Children's Hospital Colorado
Advances and Answers in Pediatric Health
U.S. News & World Report ranked in all 10 specialties badge

Advancing child health and pediatric specialty care through clinical discovery, multidisciplinary research and innovation

Metabolomic Fingerprinting Offers Insight on ICU Length of Stay and Mortality

3/5/2024

Three doctors performing cardiac surgery at Children’s Colorado.

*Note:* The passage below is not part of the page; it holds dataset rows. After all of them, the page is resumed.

"""Message bodies as numbers: dictionaries by field name, and sample rows as numpy records."""

from __future__ import annotations

import struct

import numpy as np

from lodeboard.wire import messages

SAMPLE = np.dtype(
    {
        "names": list(messages.SAMPLE_FIELDS),
        "formats": ["<u4", "<i2", "<i2", "<i2", "<i2", "<i4", "<i4", "<i4", "<i2", "u1", "u1"],
        "offsets": [0, 4, 6, 8, 10, 12, 16, 20, 24, 26, 27],
        "itemsize": struct.calcsize(messages.SAMPLE_FORMAT),
    }
)


def sample_rows(data: bytes) -> np.ndarray:
    """Packed sample rows, one after another, as a structured array (dtype SAMPLE)."""
    return np.frombuffer(data, dtype=SAMPLE)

Research study background 

A study published in 2018 evaluated metabolic changes in infants 120 days old or younger undergoing cardiopulmonary bypass. The prospective cohort study sought to identify individual metabolites that could potentially be biomarkers for post-operative mortality and intensive care unit (ICU) length of stay. 

Study authors, including Children’s Hospital Colorado researchers Jesse Davidson, MD, MPH, and Benjamin Frank, MD, used tandem mass spectrometry to measure 165 serum metabolites across multiple metabolic pathways.

Sample collection included 82 infants with preoperative samples, and 57 also had rewarming and 24-hour samples.

Sample analysis  

  • Review changes in metabolome  
  • Assess altered metabolic pathways  
  • Differentiate between survivors, non-survivors; longer, shorter ICU length of stay  

Findings 

  • Pre-operative metabolic fingerprint of neonates significantly different than in older infants  
  • Cardiopulmonary bypass led to substantial changes in both younger and older infants’ metabolic fingerprints
    • 84% of metabolites dysregulated postoperatively 
    • Spanned more than 24 hours
    • Included age-dependent, ongoing depletion of amino acid levels 
    • Biomarkers most impacted after surgery: arginine/proline, glutathione, alanine/aspartate/glutamate, nicotinamide metabolism
  • Imbalances in aspartate, nicotinamide, and tryptophan metabolism distinguished between survivors and non-survivors and identified patients with prolonged ICU length of stay

Conclusions

While additional research is needed, preliminary evidence found an association between changes in specific metabolites and outcomes, which may help identify high-risk patients.